State the number of lines in the records that contain "when", with no other words.

━━━ SOURCE DATA ━━━

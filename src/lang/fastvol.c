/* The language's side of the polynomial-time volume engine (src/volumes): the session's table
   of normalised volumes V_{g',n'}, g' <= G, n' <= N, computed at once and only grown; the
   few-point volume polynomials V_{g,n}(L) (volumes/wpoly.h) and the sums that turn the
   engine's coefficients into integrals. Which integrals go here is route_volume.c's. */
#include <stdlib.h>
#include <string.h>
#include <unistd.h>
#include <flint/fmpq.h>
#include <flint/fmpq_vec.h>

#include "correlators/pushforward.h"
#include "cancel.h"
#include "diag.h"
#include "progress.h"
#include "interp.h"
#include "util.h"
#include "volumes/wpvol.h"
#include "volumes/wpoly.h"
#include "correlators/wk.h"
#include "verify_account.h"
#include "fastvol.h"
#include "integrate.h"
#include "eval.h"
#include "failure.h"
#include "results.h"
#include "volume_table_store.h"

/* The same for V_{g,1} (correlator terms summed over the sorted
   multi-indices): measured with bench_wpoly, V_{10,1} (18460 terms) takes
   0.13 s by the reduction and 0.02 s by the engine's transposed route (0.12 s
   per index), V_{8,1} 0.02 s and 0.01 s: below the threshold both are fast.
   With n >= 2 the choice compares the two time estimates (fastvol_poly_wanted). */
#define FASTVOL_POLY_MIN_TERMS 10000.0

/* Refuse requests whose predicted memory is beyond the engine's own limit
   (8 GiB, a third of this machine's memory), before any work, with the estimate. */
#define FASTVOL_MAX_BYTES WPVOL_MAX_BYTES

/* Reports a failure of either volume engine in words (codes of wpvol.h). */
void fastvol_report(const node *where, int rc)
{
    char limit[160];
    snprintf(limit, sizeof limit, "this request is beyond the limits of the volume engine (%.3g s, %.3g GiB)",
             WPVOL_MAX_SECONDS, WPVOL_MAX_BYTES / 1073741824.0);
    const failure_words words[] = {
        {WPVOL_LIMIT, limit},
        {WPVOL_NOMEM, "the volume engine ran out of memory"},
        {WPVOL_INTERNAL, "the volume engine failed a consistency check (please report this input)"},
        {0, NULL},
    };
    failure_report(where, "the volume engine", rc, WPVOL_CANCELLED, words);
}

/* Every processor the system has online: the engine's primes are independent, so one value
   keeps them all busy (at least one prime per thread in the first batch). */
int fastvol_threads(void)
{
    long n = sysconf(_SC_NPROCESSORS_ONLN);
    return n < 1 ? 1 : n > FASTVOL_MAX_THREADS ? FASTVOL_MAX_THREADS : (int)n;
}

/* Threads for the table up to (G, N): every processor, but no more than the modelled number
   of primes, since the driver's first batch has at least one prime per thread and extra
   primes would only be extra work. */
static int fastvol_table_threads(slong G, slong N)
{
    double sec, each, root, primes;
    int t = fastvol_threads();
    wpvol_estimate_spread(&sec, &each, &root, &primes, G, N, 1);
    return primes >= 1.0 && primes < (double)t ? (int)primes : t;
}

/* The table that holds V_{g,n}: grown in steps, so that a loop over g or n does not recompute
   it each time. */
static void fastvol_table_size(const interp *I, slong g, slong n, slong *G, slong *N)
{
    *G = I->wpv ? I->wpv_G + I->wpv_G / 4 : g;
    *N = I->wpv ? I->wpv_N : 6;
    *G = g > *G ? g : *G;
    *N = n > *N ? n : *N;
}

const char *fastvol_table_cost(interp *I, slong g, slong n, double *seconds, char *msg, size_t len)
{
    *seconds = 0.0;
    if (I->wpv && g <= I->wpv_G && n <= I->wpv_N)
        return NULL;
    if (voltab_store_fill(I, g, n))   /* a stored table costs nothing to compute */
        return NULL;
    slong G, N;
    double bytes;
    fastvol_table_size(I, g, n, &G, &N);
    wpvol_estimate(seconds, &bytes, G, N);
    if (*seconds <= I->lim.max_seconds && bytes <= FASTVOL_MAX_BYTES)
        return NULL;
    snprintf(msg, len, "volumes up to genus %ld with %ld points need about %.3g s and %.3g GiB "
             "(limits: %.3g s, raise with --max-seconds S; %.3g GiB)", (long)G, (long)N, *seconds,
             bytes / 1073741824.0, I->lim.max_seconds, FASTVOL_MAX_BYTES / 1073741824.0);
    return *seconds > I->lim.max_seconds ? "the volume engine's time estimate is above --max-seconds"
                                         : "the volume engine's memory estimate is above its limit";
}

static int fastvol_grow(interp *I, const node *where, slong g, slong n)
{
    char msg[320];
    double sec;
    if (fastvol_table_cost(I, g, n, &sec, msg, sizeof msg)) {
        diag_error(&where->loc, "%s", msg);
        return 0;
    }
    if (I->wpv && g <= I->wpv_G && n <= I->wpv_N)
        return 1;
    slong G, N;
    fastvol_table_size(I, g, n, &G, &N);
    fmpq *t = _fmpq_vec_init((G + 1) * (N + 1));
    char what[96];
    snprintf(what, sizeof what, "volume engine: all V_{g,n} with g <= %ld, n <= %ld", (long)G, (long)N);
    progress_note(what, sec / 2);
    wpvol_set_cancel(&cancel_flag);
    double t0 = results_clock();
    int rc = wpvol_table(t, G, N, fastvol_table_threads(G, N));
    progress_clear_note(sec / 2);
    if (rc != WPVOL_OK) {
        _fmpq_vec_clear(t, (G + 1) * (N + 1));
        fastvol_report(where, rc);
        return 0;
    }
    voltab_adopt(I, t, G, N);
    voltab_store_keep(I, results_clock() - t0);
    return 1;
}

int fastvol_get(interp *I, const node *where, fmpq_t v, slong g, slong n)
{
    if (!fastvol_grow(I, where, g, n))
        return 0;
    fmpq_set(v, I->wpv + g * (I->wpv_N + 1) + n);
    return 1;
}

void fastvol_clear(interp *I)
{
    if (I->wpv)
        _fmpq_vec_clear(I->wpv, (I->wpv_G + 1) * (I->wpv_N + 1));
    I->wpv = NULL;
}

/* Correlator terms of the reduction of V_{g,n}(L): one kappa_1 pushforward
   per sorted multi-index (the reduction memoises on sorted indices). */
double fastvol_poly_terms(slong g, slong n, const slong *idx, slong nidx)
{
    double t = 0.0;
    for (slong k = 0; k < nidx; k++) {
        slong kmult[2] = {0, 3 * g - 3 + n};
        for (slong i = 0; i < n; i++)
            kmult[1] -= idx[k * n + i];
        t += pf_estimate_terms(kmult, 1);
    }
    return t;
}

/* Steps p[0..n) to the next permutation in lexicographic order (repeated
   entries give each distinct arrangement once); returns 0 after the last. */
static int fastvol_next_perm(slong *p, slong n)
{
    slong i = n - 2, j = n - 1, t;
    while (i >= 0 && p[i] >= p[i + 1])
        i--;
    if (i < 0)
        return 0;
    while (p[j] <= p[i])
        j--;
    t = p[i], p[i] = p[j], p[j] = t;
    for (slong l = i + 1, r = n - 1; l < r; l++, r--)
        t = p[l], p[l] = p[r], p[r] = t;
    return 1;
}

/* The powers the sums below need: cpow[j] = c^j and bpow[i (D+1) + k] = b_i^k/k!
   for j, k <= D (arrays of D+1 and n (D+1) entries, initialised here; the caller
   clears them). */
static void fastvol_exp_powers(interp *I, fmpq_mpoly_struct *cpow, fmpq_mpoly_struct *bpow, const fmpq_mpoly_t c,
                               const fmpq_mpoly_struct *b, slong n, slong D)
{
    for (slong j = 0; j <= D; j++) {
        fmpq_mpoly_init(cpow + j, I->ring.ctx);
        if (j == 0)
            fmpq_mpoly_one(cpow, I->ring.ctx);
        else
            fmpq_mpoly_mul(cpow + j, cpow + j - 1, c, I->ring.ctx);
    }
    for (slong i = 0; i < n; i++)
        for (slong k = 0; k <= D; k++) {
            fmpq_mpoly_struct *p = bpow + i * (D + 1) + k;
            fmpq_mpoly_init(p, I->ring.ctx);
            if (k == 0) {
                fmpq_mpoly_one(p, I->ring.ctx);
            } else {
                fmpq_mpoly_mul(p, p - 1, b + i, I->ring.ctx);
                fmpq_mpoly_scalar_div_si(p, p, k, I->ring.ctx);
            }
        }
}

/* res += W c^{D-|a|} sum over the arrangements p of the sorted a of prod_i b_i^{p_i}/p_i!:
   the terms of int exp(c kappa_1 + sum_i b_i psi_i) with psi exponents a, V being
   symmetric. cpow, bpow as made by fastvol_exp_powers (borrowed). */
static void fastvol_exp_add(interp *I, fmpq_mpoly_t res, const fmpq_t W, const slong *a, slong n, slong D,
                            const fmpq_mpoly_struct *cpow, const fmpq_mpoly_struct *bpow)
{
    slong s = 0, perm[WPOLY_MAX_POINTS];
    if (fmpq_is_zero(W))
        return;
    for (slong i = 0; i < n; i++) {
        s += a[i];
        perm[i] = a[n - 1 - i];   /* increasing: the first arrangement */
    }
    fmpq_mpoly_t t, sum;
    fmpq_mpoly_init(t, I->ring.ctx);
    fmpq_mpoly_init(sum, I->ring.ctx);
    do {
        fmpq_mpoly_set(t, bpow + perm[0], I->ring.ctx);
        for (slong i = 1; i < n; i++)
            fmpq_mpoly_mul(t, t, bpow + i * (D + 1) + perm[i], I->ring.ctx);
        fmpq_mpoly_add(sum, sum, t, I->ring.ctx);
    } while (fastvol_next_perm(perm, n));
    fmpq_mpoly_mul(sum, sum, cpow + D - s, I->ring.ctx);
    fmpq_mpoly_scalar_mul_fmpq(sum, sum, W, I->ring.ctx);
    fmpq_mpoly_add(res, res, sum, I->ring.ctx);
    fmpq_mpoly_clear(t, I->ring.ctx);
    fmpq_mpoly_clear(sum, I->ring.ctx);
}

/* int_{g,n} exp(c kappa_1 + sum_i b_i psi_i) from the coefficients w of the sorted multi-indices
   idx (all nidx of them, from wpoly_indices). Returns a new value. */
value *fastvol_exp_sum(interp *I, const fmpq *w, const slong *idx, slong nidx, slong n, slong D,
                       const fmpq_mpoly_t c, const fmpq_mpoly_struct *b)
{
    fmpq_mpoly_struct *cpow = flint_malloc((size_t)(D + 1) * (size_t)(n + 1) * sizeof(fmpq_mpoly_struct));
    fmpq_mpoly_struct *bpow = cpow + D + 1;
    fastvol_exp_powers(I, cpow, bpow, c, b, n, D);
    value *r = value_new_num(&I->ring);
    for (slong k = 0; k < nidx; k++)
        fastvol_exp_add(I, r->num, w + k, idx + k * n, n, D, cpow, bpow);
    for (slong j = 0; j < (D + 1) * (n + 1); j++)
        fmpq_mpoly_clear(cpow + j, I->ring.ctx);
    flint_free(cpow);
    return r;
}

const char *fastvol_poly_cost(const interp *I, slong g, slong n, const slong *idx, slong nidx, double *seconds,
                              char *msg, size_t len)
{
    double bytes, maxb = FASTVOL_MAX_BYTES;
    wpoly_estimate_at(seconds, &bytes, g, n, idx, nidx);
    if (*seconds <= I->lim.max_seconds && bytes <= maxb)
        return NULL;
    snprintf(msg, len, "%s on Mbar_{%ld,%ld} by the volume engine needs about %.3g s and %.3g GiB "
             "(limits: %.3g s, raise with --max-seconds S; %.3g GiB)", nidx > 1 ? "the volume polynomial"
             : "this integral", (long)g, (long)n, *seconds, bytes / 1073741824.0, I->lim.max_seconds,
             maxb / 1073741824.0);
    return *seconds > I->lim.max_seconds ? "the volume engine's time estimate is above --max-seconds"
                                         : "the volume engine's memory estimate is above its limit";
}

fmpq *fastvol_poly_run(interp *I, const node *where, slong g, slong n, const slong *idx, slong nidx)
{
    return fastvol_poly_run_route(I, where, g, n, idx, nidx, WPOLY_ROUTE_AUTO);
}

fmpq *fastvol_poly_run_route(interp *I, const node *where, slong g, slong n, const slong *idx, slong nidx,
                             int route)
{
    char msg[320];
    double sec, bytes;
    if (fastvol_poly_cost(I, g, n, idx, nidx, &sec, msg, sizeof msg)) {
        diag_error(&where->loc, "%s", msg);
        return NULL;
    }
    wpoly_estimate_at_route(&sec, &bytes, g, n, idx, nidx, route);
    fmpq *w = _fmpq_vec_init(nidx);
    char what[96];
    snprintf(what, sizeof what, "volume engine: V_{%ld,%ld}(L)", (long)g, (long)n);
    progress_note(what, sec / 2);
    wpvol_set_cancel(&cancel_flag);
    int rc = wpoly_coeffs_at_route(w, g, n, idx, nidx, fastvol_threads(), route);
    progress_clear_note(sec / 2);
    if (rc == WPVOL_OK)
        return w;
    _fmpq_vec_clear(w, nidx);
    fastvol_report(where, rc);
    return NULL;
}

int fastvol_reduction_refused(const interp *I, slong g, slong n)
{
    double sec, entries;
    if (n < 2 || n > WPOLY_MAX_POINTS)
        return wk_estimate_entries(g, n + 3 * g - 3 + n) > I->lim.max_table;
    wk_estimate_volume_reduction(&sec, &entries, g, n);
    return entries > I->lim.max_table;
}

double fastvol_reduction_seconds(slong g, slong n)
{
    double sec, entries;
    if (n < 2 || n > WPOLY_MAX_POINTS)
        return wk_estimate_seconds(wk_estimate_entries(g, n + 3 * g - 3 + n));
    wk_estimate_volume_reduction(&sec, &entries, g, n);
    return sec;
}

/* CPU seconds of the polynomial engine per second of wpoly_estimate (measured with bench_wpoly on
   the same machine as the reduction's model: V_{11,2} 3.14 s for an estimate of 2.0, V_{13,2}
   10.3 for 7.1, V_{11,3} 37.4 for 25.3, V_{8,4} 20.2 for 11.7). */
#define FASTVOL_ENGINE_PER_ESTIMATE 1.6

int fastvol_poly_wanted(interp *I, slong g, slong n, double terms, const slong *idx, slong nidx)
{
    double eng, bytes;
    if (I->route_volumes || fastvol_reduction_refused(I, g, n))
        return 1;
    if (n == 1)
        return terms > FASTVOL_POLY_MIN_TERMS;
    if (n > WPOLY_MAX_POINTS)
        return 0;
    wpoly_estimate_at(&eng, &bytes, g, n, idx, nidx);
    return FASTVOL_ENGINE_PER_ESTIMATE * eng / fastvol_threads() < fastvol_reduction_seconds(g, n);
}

━━━
━━━ SOURCE DATA ━━━

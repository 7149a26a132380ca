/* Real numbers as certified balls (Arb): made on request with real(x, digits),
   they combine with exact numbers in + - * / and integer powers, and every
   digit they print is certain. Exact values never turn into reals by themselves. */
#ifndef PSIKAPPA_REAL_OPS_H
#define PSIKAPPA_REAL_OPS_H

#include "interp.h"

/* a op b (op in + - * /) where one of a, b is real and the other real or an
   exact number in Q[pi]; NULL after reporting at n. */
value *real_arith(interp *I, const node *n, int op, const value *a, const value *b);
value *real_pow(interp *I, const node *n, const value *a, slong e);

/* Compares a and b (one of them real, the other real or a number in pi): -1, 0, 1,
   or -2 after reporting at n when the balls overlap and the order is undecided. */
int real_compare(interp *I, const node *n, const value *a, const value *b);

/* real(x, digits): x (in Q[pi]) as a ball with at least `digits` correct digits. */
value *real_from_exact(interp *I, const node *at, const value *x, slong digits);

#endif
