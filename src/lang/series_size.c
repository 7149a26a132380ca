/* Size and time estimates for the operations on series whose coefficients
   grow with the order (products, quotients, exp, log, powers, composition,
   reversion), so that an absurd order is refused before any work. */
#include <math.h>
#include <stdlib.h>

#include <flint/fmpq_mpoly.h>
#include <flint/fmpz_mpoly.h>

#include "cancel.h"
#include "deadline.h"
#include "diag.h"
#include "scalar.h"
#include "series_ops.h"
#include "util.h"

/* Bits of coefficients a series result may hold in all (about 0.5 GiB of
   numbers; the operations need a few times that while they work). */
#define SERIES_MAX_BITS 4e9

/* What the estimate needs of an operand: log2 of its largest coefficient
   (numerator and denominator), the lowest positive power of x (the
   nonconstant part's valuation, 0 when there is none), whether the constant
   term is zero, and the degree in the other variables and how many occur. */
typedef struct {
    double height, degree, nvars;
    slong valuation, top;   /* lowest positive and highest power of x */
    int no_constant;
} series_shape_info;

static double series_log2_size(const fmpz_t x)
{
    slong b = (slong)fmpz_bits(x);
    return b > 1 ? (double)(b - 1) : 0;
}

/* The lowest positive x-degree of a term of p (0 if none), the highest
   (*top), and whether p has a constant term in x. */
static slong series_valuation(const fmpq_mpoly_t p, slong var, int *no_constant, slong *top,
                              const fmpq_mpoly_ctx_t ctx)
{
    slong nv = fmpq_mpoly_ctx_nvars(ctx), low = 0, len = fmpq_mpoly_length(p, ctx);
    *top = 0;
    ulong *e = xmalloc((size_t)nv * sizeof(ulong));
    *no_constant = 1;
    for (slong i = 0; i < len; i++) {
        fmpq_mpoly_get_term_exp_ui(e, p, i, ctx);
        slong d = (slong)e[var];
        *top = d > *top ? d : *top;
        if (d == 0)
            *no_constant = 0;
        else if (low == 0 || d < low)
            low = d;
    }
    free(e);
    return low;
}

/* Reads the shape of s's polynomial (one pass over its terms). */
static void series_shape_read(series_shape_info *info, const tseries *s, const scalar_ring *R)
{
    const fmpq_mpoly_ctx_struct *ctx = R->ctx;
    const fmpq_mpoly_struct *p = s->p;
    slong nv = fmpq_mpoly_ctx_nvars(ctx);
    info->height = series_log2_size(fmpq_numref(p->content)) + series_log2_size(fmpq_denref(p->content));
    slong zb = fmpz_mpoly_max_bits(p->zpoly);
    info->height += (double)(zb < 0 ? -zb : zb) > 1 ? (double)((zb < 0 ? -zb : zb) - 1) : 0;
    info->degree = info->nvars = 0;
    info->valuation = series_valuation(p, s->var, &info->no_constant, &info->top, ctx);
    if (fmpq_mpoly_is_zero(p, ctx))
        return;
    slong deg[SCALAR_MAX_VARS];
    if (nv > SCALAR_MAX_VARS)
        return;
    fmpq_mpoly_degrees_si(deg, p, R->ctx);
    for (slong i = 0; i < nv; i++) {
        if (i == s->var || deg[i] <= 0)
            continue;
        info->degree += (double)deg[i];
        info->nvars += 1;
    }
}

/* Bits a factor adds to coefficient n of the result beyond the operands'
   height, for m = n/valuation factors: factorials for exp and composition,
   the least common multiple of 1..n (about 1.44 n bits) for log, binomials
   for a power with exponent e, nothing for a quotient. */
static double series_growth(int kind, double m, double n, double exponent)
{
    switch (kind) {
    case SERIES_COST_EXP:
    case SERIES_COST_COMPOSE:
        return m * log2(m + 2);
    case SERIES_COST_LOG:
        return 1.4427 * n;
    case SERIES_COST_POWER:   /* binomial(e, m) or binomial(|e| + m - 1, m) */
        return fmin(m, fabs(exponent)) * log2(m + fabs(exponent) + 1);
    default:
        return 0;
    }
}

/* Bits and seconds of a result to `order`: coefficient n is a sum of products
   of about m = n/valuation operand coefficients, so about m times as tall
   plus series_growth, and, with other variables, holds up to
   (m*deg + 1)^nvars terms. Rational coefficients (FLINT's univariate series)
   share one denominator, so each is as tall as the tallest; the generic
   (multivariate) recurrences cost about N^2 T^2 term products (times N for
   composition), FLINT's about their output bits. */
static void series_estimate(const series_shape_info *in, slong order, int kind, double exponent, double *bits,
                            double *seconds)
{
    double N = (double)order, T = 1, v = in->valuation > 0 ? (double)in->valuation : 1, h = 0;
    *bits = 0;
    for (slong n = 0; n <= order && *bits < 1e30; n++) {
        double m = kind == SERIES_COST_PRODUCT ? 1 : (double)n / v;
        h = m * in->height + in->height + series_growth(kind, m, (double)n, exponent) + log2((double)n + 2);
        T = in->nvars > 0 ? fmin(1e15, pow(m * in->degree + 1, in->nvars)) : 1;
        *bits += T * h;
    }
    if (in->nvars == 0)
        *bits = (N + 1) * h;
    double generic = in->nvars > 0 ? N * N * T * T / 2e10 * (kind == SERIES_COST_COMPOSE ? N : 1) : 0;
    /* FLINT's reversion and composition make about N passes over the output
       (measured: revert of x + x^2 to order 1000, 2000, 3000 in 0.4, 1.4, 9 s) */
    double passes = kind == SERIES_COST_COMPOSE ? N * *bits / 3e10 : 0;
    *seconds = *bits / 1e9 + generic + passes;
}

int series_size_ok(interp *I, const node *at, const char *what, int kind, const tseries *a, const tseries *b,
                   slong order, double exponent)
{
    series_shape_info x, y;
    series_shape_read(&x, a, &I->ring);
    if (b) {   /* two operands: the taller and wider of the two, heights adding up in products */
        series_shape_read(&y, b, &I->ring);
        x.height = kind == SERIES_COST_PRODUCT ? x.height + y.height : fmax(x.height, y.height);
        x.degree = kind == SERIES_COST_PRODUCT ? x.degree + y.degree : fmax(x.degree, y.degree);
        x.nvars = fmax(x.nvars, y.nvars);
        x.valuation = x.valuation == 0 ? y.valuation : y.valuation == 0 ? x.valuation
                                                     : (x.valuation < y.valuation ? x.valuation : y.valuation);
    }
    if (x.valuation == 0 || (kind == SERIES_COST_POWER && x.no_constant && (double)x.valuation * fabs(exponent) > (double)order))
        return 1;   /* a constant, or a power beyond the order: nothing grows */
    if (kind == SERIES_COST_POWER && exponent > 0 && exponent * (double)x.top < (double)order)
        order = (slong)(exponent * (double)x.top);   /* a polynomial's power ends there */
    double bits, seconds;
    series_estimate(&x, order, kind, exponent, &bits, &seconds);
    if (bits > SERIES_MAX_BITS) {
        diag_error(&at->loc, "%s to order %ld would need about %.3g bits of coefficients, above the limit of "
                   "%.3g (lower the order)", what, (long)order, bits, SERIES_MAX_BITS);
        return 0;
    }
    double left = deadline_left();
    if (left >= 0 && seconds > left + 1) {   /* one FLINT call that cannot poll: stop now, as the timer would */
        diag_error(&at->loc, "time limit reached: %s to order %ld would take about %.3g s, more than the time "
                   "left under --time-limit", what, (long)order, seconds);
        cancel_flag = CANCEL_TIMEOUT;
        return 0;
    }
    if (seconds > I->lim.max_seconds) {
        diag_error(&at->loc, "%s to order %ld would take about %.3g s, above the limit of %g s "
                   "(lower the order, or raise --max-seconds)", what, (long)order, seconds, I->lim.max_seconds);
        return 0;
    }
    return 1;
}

━━━

# TASK SOLUTION
2